Farm Ireland

Thursday 22 March 2018

Dairy bosses seek state support on €500m cheddar trade

Cheddar cheese producers want to retain and grow their UK markets
Cheddar cheese producers want to retain and grow their UK markets
Louise Hogan

Louise Hogan

The country's dairy giants are seeking Government supports as they explore post-Brexit options for cheddar exports.

Carbery, Dairygold, Glanbia and Kerry, along with the marketing body Ornua, held a meeting with the Department of Agriculture and Minister Michael Creed as they move to limit their Brexit exposure.

"Whatever happens with Brexit it will be a catalyst to ensure that everyone works together," said Dairygold's Jim Woulfe, adding collective involvement was crucial."The potential of the worst case scenario is well-known."

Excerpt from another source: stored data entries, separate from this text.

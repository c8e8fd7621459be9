"""Sensor and transport faults injected into published messages: a pure, seeded transform on wire batches.

:func:`inject_sensor_faults` takes the batches of one stretch of stream in publishing order, the faults
to inject and a random generator, and returns the batches as they would arrive plus one
:class:`InjectedFault` record per fault actually injected (the ground truth). It never changes its inputs
(:class:`~shadow.ingest.wire.SampleBatch` arrays are read-only; changed batches are new ones).

Kinds (:class:`SensorFaultKind`). Times are Unix times [s]; a sample lies in a fault's interval
``[start_s, start_s + duration_s)`` when its nominal instant ``nominal_start_s + k h`` does (so the stamps'
own jitter cannot move a sample across an edge), and a message when its first sample does.

- ``spike``: ``count`` single samples of one actuator's measured effort (or current) get an outlier of
  ``size`` (the measured unit, sign drawn) added; samples drawn among those in ``[start_s, start_s + duration_s)``.
- ``stuck``: one actuator's reading (``signal`` "effort" or "position") holds the value of the first sample in
  ``[start_s, start_s + duration_s)`` over that interval.
- ``clock_jitter``: sample stamps in the interval get white Gaussian noise of ``std_s``. The stamp's total
  error from its nominal instant ``nominal_start_s + k h`` is clipped to +-0.49 h, so stamps stay strictly
  increasing within and across messages (a message with time going backwards would be refused whole).
- ``dropout``: messages whose first sample lies in the interval are lost (their sequence numbers are missing).
- ``out_of_order``: ``count`` messages drawn in the interval arrive ``delay_messages`` places late.
- ``duplicate``: ``count`` messages drawn in the interval arrive twice (the copy right after the original).

Value faults (spike, stuck, clock jitter) are applied first, in the order given, then dropouts, late
messages, and duplicates, so a duplicate or a late message is always one that was not lost.
"""

from __future__ import annotations

import dataclasses
import enum
import math
from collections.abc import Sequence
from dataclasses import dataclass, field
from typing import Any

import numpy as np
from numpy.typing import NDArray

from shadow.errors import ConfigurationError
from shadow.ingest.wire import SampleBatch

Array = NDArray[np.float64]

JITTER_CLIP_STEPS = 0.49  # largest stamp error after clock jitter, in sample steps (keeps stamps increasing)


class SensorFaultKind(enum.Enum):
    """What goes wrong between the sensor and the monitor."""

    SPIKE = "spike"
    STUCK = "stuck"
    CLOCK_JITTER = "clock_jitter"
    DROPOUT = "dropout"
    OUT_OF_ORDER = "out_of_order"
    DUPLICATE = "duplicate"


VALUE_KINDS = (SensorFaultKind.SPIKE, SensorFaultKind.STUCK, SensorFaultKind.CLOCK_JITTER)


@dataclass(frozen=True, slots=True)
class SensorFault:
    """One fault to inject. ``actuator`` is 1-based (spike, stuck); ``size`` in the measured unit [N m | N | A]."""

    kind: SensorFaultKind
    start_s: float  # Unix time where the fault's interval begins
    duration_s: float  # length of the interval [s]
    actuator: int | None = None
    signal: str = "effort"  # stuck: "effort" (the measured effort or current) or "position"
    size: float = 0.0  # spike height
    count: int = 1  # spike, out_of_order, duplicate: how many
    std_s: float = 0.0  # clock_jitter: standard deviation of the added stamp noise
    delay_messages: int = 1  # out_of_order: how many places late

    def __post_init__(self) -> None:
        if self.duration_s < 0.0 or not np.isfinite(self.duration_s):
            raise ConfigurationError(f"duration_s: must be finite and >= 0, got {self.duration_s!r}")
        if self.kind in (SensorFaultKind.SPIKE, SensorFaultKind.STUCK) and (self.actuator is None or self.actuator < 1):
            raise ConfigurationError(f"actuator: a {self.kind.value} fault needs an actuator >= 1, got {self.actuator}")
        if self.signal not in ("effort", "position"):
            raise ConfigurationError(f"signal: must be 'effort' or 'position', got {self.signal!r}")
        if self.count < 1:
            raise ConfigurationError(f"count: must be >= 1, got {self.count}")
        if self.delay_messages < 1:
            raise ConfigurationError(f"delay_messages: must be >= 1, got {self.delay_messages}")
        if self.std_s < 0.0:
            raise ConfigurationError(f"std_s: must be >= 0, got {self.std_s}")

    @property
    def end_s(self) -> float:
        """End of the fault's interval (Unix time) [s]."""
        return self.start_s + self.duration_s


@dataclass(frozen=True, slots=True)
class InjectedFault:
    """Ground truth of one injected fault: what, when (Unix times of the first and last affected sample or
    message), which actuator (1-based, or None), which messages (sequence numbers), and the details."""

    kind: str
    start_s: float
    end_s: float
    actuator: int | None
    seqs: tuple[int, ...]
    detail: dict[str, Any] = field(default_factory=dict)

    def to_dict(self) -> dict[str, Any]:
        """A JSON-able form."""
        return {
            "kind": self.kind,
            "start_s": self.start_s,
            "end_s": self.end_s,
            "actuator": self.actuator,
            "seqs": list(self.seqs),
            **self.detail,
        }


def _measured(batch: SampleBatch) -> tuple[str, Array]:
    if batch.effort is not None:
        return "effort", batch.effort
    return "current", batch.current  # type: ignore[return-value]  # exactly one is present (SampleBatch checks)


def _sample_index(batches: Sequence[SampleBatch]) -> tuple[Array, NDArray[np.int64], NDArray[np.int64]]:
    """(t (S,), batch position (S,), row in its batch (S,)) of every sample, in list order."""
    t = np.concatenate([b.t for b in batches]) if batches else np.zeros(0)
    pos = np.concatenate([np.full(b.n_samples, i) for i, b in enumerate(batches)]) if batches else np.zeros(0, int)
    row = np.concatenate([np.arange(b.n_samples) for b in batches]) if batches else np.zeros(0, int)
    return t, pos.astype(np.int64), row.astype(np.int64)


@dataclass(frozen=True, slots=True)
class _Clock:
    """The nominal sample grid ``t_k = start + k h``: which sample a stamp belongs to (stamp errors < h / 2)."""

    start_s: float
    step_s: float

    def index(self, t: Array) -> NDArray[np.int64]:
        return np.round((np.asarray(t) - self.start_s) / self.step_s).astype(np.int64)

    def inside(self, t: Array, fault: SensorFault) -> NDArray[np.bool_]:
        """Samples whose nominal instant lies in ``[start_s, end_s)`` (compared as sample indices, so a
        stamp's jitter or the rounding of a Unix time cannot move a sample across an interval's edge)."""
        k = self.index(t)
        first = math.ceil((fault.start_s - self.start_s) / self.step_s - 1e-6)
        end = math.ceil((fault.end_s - self.start_s) / self.step_s - 1e-6)
        return (k >= first) & (k < end)


def _check_actuator(fault: SensorFault, n: int) -> int:
    if fault.actuator is None or not 1 <= fault.actuator <= n:
        raise ConfigurationError(f"actuator: {fault.actuator} is not one of the batches' actuators 1..{n}")
    return fault.actuator - 1


def _apply_values(
    out: list[SampleBatch], fault: SensorFault, rng: np.random.Generator, clock: _Clock
) -> InjectedFault | list[InjectedFault] | None:
    """Change sample values or stamps in place in ``out`` (a list of new batches); returns the truth."""
    t, pos, row = _sample_index(out)
    inside = np.flatnonzero(clock.inside(t, fault))
    if inside.size == 0:
        return None
    changed: dict[int, dict[str, Array]] = {}

    def column(i: int, name: str) -> Array:
        fields = changed.setdefault(i, {})
        if name not in fields:
            fields[name] = np.array(getattr(out[i], name), dtype=float)  # writable copy
        return fields[name]

    record: InjectedFault | list[InjectedFault]
    if fault.kind is SensorFaultKind.SPIKE:
        j = _check_actuator(fault, out[0].n_actuators)
        picks = np.sort(rng.choice(inside, size=min(fault.count, inside.size), replace=False))
        signs = rng.choice([-1.0, 1.0], size=picks.size)
        records = []
        for k, sign in zip(picks, signs, strict=True):
            name, _ = _measured(out[pos[k]])
            column(int(pos[k]), name)[row[k], j] += sign * fault.size
            records.append(
                InjectedFault(
                    "spike",
                    float(t[k]),
                    float(t[k]),
                    j + 1,
                    (out[pos[k]].seq,),
                    {"signal": name, "size": float(sign * fault.size)},
                )
            )
        record = records
    elif fault.kind is SensorFaultKind.STUCK:
        j = _check_actuator(fault, out[0].n_actuators)
        first = inside[0]
        name = "q" if fault.signal == "position" else _measured(out[pos[first]])[0]
        value = float(getattr(out[pos[first]], name)[row[first], j])
        for k in inside:
            column(int(pos[k]), name)[row[k], j] = value
        seqs = tuple(sorted({out[p].seq for p in pos[inside]}))
        detail = {"signal": "position" if name == "q" else name, "value": value}
        record = InjectedFault("stuck", float(t[inside[0]]), float(t[inside[-1]]), j + 1, seqs, detail)
    else:  # clock jitter
        h = clock.step_s
        nominal = clock.start_s + clock.index(t[inside]) * h  # the true sample instants
        error = np.clip(t[inside] - nominal + rng.normal(size=inside.size) * fault.std_s,
                        -JITTER_CLIP_STEPS * h, JITTER_CLIP_STEPS * h)  # fmt: skip
        shift = nominal + error - t[inside]
        for k, s in zip(inside, shift, strict=True):
            column(int(pos[k]), "t")[row[k]] += s
        seqs = tuple(sorted({out[p].seq for p in pos[inside]}))
        detail = {"std_s": fault.std_s, "max_shift_s": float(np.max(np.abs(shift))), "clip_s": JITTER_CLIP_STEPS * h}
        record = InjectedFault("clock_jitter", float(t[inside[0]]), float(t[inside[-1]]), None, seqs, detail)
    for i, fields in changed.items():
        out[i] = dataclasses.replace(out[i], **fields)
    return record


def _message_starts(out: Sequence[SampleBatch]) -> Array:
    return np.array([float(b.t[0]) for b in out])


def inject_sensor_faults(
    batches: Sequence[SampleBatch],
    faults: Sequence[SensorFault],
    rng: np.random.Generator,
    *,
    sample_step_s: float,
    nominal_start_s: float,
) -> tuple[list[SampleBatch], list[InjectedFault]]:
    """The batches as they arrive after ``faults``, and the truth of what was injected.

    Parameters
    ----------
    batches : the messages in publishing order (consecutive sequence numbers, increasing stamps)
    faults : what to inject (see the module docstring); a fault whose interval holds no sample is skipped
    rng : source of every random choice (which samples, signs, noise); the same generator state gives the
        same result
    sample_step_s : the nominal sample period h [s] (clock jitter keeps stamps within +-0.49 h of nominal)
    nominal_start_s : the true instant of sample 0 of the stretch [s]; sample k belongs to ``nominal_start_s + k h``

    Returns
    -------
    (batches as delivered, injected faults in the order applied)

    Raises
    ------
    ConfigurationError
        if a spike or stuck fault names an actuator the batches do not have.
    """
    if sample_step_s <= 0.0:
        raise ConfigurationError(f"sample_step_s: must be positive, got {sample_step_s}")
    out = list(batches)
    truth: list[InjectedFault] = []
    if not out:
        return out, truth
    clock = _Clock(nominal_start_s, sample_step_s)
    for fault in (f for f in faults if f.kind in VALUE_KINDS):
        record = _apply_values(out, fault, rng, clock)
        if isinstance(record, list):
            truth.extend(record)
        elif record is not None:
            truth.append(record)
    for fault in (f for f in faults if f.kind is SensorFaultKind.DROPOUT):
        lost = clock.inside(_message_starts(out), fault)
        if lost.any():
            gone = [b for b, x in zip(out, lost, strict=True) if x]
            truth.append(
                InjectedFault(
                    "dropout",
                    float(gone[0].t[0]),
                    float(gone[-1].t[-1]),
                    None,
                    tuple(b.seq for b in gone),
                    {"n_messages": len(gone)},
                )
            )
            out = [b for b, x in zip(out, lost, strict=True) if not x]
    for fault in (f for f in faults if f.kind is SensorFaultKind.OUT_OF_ORDER):
        inside = np.flatnonzero(clock.inside(_message_starts(out), fault))
        inside = inside[inside < len(out) - 1]  # the last message has nothing to arrive after
        if inside.size == 0:
            continue
        chosen = rng.choice(inside, size=min(fault.count, inside.size), replace=False)
        for seq in sorted(out[i].seq for i in chosen):
            i = next(k for k, b in enumerate(out) if b.seq == seq)
            if i == len(out) - 1:
                continue  # moved to the end by an earlier late message: nothing to arrive after
            batch = out.pop(i)
            late = min(i + fault.delay_messages, len(out))
            out.insert(late, batch)
            truth.append(
                InjectedFault(
                    "out_of_order", float(batch.t[0]), float(batch.t[-1]), None, (seq,), {"delay_messages": late - i}
                )
            )
    for fault in (f for f in faults if f.kind is SensorFaultKind.DUPLICATE):
        inside = np.flatnonzero(clock.inside(_message_starts(out), fault))
        if inside.size == 0:
            continue
        chosen = rng.choice(inside, size=min(fault.count, inside.size), replace=False)
        for seq in sorted(out[i].seq for i in chosen):
            i = next(k for k, b in enumerate(out) if b.seq == seq)
            out.insert(i + 1, out[i])  # the same message again (batches are immutable)
            truth.append(InjectedFault("duplicate", float(out[i].t[0]), float(out[i].t[-1]), None, (seq,), {}))
    return out, truth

Irish Dairy Industries Association (IDIA) analysis has shown that 90pc of the cheese output from the four manufacturing firms is comprised of cheddar, with 56.5pc sold into the UK.

Cheddar exports alone from these companies are valued at almost half a billion euro.

The IDIA's Conor Mulvihill warned the potential of a Brexit "cliff edge" scenario for cheddar remained a major risk as it was so dependent on the UK market.

He said they wanted to retain and grow their UK markets and ensuring the UK remained within the customs union was a key objective.

"The loss of the UK portion of this cheddar export outlet would equate to just under one fifth of our manufacturing milk pool, something that would hit hard into every rural parish in Ireland," said Mr Mulvihill.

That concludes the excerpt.